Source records
=-=-=-=-=

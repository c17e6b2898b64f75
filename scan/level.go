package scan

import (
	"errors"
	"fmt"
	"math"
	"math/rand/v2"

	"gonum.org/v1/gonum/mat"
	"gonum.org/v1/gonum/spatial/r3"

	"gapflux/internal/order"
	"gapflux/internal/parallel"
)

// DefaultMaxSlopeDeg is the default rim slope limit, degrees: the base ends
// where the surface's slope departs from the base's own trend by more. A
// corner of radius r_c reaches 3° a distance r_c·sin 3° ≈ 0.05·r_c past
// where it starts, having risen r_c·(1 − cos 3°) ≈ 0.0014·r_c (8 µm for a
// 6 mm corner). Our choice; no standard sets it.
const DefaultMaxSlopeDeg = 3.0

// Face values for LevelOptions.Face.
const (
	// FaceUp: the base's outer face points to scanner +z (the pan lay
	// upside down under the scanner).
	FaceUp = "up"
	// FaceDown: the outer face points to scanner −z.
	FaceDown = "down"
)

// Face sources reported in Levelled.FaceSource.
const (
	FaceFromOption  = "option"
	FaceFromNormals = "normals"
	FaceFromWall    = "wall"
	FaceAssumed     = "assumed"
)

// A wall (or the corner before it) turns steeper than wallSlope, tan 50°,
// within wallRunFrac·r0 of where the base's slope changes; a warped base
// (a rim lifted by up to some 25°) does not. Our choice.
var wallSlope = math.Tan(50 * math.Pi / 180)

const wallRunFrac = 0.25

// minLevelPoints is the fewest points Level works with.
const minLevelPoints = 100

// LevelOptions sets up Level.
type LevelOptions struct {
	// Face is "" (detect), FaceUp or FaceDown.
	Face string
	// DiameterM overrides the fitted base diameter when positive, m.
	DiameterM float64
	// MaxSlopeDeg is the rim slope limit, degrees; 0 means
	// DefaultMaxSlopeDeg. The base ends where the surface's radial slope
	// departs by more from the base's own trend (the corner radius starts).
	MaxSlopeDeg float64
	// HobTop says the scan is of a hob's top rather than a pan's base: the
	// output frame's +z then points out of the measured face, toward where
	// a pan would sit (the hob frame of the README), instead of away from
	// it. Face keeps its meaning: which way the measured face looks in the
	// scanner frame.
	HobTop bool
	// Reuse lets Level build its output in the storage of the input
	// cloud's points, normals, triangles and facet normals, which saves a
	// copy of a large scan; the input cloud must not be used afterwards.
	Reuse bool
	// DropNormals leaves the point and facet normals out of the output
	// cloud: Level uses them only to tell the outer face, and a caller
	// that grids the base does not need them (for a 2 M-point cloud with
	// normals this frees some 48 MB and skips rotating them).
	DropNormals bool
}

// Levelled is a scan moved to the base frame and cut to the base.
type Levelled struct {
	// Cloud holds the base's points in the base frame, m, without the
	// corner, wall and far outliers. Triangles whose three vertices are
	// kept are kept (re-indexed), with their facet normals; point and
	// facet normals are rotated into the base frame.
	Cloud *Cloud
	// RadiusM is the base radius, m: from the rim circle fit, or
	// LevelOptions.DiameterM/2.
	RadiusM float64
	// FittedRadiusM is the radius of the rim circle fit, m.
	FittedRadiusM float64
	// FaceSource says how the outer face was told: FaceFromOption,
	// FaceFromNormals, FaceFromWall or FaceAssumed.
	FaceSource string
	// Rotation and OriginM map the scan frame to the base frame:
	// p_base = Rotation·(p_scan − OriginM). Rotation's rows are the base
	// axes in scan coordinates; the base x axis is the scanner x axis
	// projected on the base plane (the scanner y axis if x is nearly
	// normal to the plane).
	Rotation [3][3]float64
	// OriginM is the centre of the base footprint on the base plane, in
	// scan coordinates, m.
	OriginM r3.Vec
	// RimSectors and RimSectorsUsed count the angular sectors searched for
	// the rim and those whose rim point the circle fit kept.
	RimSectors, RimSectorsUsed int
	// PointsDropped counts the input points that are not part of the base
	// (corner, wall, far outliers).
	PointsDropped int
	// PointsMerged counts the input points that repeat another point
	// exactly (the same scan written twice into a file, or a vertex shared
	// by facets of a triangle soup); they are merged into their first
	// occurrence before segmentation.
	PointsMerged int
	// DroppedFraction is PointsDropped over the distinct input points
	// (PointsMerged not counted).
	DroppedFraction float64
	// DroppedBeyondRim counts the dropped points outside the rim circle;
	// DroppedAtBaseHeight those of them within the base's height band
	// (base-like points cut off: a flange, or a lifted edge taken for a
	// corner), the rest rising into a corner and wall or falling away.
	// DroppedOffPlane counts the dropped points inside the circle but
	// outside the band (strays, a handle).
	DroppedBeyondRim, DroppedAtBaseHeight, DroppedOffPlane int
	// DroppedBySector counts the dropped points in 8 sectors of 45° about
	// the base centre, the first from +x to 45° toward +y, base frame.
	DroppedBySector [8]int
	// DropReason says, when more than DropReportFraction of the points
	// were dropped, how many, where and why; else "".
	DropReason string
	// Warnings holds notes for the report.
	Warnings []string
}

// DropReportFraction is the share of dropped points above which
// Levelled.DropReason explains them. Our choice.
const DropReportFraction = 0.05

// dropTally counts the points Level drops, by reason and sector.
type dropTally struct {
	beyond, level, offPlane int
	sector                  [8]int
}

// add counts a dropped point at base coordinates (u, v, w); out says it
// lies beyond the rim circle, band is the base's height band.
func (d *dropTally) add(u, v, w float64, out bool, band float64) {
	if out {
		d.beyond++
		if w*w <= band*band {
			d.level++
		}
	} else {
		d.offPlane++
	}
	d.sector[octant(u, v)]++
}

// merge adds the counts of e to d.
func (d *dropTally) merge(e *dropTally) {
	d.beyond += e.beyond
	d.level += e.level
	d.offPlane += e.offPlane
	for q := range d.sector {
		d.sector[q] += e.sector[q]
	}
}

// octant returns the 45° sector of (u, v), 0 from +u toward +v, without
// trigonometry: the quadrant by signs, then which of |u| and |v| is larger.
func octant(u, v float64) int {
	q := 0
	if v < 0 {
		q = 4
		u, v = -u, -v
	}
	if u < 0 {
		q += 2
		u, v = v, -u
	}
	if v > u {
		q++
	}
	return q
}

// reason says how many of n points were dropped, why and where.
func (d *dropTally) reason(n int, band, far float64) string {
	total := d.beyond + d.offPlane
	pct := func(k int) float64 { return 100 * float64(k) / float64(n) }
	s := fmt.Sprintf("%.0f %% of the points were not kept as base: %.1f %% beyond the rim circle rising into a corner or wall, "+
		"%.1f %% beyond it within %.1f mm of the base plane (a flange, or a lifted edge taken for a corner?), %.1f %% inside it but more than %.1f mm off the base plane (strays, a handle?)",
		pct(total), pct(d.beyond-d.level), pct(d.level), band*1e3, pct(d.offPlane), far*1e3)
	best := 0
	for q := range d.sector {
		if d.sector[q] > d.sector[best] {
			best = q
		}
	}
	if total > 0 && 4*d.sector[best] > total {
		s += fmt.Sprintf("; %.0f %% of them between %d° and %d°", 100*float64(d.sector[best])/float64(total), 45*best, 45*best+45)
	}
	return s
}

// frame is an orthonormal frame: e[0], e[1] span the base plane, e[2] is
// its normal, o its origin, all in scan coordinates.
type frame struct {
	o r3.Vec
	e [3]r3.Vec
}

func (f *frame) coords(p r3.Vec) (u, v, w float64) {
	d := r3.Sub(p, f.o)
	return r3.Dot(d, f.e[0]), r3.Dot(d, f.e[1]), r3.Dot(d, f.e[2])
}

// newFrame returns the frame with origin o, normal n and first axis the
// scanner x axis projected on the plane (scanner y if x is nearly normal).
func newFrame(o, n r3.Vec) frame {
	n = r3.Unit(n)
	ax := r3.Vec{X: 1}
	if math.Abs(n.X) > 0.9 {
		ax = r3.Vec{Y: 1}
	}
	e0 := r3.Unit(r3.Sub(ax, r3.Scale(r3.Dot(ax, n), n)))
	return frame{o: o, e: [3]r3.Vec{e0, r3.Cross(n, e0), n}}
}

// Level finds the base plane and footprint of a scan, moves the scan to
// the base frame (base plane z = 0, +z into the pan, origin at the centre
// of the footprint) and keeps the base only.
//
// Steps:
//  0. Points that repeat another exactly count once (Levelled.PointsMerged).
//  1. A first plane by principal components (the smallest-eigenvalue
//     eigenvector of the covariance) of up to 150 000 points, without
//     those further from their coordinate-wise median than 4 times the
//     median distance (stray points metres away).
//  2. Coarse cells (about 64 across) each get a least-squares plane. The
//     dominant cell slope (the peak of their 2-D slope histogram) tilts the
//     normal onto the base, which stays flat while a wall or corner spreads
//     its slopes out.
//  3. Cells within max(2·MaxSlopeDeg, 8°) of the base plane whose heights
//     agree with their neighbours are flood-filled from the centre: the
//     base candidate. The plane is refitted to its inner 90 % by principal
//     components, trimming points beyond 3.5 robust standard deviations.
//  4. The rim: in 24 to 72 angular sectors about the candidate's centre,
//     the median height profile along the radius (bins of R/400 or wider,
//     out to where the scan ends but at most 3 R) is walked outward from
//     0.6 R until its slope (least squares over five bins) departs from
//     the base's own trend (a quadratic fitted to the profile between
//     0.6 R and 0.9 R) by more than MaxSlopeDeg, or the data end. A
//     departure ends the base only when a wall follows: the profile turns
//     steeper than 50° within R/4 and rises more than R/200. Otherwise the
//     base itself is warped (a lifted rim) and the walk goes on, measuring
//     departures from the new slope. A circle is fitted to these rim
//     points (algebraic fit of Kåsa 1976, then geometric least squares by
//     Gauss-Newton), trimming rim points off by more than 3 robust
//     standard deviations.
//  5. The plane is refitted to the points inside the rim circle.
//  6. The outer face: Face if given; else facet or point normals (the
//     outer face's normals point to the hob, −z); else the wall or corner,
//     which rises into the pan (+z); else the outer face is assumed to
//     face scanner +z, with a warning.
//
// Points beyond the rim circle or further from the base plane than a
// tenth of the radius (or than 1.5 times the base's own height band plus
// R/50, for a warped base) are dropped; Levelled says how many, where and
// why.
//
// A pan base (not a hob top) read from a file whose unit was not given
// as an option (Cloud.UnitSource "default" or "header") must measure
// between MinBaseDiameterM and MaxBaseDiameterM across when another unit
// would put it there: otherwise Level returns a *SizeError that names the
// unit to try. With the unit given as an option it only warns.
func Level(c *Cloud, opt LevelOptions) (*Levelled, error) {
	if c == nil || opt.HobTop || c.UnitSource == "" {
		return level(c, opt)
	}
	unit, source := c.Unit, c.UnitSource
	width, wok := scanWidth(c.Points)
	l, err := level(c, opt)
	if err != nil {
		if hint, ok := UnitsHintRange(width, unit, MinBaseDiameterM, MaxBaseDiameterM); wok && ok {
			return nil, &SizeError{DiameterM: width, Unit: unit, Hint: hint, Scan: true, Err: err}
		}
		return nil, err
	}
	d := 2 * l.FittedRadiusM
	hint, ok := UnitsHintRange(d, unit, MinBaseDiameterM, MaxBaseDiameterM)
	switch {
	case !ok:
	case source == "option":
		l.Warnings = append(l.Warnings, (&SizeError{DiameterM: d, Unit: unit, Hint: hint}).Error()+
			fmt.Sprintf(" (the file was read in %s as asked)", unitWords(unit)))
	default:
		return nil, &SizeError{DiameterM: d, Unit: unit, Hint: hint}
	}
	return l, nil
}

=-=-=-=-=

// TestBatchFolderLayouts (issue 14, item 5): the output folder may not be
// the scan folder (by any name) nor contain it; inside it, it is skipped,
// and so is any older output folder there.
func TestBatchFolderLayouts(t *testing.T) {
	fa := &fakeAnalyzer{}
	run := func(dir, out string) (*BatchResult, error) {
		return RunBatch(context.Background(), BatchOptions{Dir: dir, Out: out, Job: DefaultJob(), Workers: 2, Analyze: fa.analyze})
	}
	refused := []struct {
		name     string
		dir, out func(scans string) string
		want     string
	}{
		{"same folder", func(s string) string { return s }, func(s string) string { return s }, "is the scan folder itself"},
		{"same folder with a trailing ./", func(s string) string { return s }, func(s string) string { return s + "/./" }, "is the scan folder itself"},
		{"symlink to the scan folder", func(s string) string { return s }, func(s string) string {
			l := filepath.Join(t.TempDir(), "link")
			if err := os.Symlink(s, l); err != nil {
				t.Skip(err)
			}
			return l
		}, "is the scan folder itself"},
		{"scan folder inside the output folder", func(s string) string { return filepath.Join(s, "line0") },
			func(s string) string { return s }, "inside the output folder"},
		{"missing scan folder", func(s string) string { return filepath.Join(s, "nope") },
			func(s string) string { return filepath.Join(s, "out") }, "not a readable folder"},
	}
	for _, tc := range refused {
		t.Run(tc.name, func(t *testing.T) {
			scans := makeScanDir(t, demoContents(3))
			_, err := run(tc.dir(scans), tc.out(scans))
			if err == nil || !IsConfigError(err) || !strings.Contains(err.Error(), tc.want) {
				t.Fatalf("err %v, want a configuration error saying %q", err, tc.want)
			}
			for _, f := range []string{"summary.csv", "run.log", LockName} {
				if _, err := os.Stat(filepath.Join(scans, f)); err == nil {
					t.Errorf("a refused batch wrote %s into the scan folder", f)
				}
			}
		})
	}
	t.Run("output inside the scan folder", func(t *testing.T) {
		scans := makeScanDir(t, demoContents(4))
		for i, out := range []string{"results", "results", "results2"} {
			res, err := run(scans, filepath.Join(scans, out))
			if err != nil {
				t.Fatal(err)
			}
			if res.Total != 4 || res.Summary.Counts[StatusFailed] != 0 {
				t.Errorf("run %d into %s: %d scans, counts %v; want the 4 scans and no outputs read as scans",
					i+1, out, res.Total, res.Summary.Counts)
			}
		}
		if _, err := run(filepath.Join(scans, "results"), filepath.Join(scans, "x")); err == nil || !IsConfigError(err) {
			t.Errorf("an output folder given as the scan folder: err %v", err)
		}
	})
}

=-=-=-=-=

_THE PROBLEM_:
Reproduce every line in the records above that contains the word "UnitSource".

_RESPONSE TO THIS EXERCISE_:
// as an option (Cloud.UnitSource "default" or "header") must measure
	if c == nil || opt.HobTop || c.UnitSource == "" {
	unit, source := c.Unit, c.UnitSource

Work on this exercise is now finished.